So, could helical clusters formed from interstellar dust be somehow alive? “These complex, self-organized plasma structures exhibit all the necessary properties to qualify them as candidates for inorganic living matter,” says Tsytovich, “they are autonomous, they reproduce and they evolve”.
Obviously, there’s more to it, and it is worth reading at least the entire press release, or the full paper if you have a chance.
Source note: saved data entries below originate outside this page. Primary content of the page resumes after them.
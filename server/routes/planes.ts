import type { Request, Response, Router } from 'express';
import { PLANE_HEADERS } from '@/shared/contract/cubes';
import { contextOf } from '../auth/requests';
import { planeOf, stripOf, thumbnailOf, totalOf, type PlaneAnswer } from '../services/planes';
import { idOf } from './problems';

/** A ready cube never changes, so a browser may keep its pictures; private, as they are one team's. */
const KEEP = 'private, max-age=31536000, immutable';

/** Pictures and numbers of a cube that are not JSON. */
export function planeRoutes(
  api: Router,
  read: { channelOf: (req: Request) => number; planeQuery: (req: Request) => { size?: number | undefined } },
): void {
  api.get('/cubes/:cubeId/channels/:channel/thumbnail', async (req, res) => {
    const bytes = await thumbnailOf(contextOf(req), idOf(req, 'cubeId'), read.channelOf(req));
    res.set('Cache-Control', KEEP).type('image/webp').send(bytes);
  });
  api.get('/cubes/:cubeId/strip', async (req, res) => {
    const { bytes, meta } = await stripOf(contextOf(req), idOf(req, 'cubeId'));
    res.set('Cache-Control', KEEP).set('Strip-Step', String(meta.step)).type('image/webp').send(bytes);
  });
  api.get('/cubes/:cubeId/channels/:channel/plane', async (req, res) => {
    const { size } = read.planeQuery(req);
    sendPlane(res, await planeOf(contextOf(req), idOf(req, 'cubeId'), read.channelOf(req), size));
  });
  api.get('/cubes/:cubeId/total', async (req, res) => {
    sendPlane(res, await totalOf(contextOf(req), idOf(req, 'cubeId')));
  });
}

function sendPlane(res: Response, plane: PlaneAnswer) {
  // every machine this runs on is little-endian, as the contract promises
  const { buffer, byteOffset, byteLength } = plane.values;
  res
    .set({
      'Cache-Control': KEEP,
      [PLANE_HEADERS.width]: String(plane.nx),
      [PLANE_HEADERS.height]: String(plane.ny),
      [PLANE_HEADERS.scale]: String(plane.scale),
      [PLANE_HEADERS.offset]: String(plane.offset),
      [PLANE_HEADERS.blank]: String(plane.blank),
      [PLANE_HEADERS.block]: String(plane.block),
    })
    .type('application/octet-stream')
    .send(Buffer.from(buffer, byteOffset, byteLength));
}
* * * * * * * * * * * * * * * * * * *
There’s another possibility, of course. This one can best be summed up as being that life is “a dream within a dream“. The latest popular version of this is “The Matrix“, wherein life is an artificial reality construct, designed to keep the human ‘power cells’ docile. But this too is an idea extensively exploited in Science Fiction, with many different variations on the theme. Of late, this idea has been more and more tied to the concept of a ‘Singularity’ , with speculation being that we are just some version of post-human research/recreation as a computer construct. And in a piece published yesterday in the NYT titled “Our Lives, Controlled From Some Guy’s Couch” this gets the mainstream religion treatment:
Until I talked to Nick Bostrom, a philosopher at Oxford University, it never occurred to me that our universe might be somebody else’s hobby. I hadn’t imagined that the omniscient, omnipotent creator of the heavens and earth could be an advanced version of a guy who spends his weekends building model railroads or overseeing video-game worlds like the Sims.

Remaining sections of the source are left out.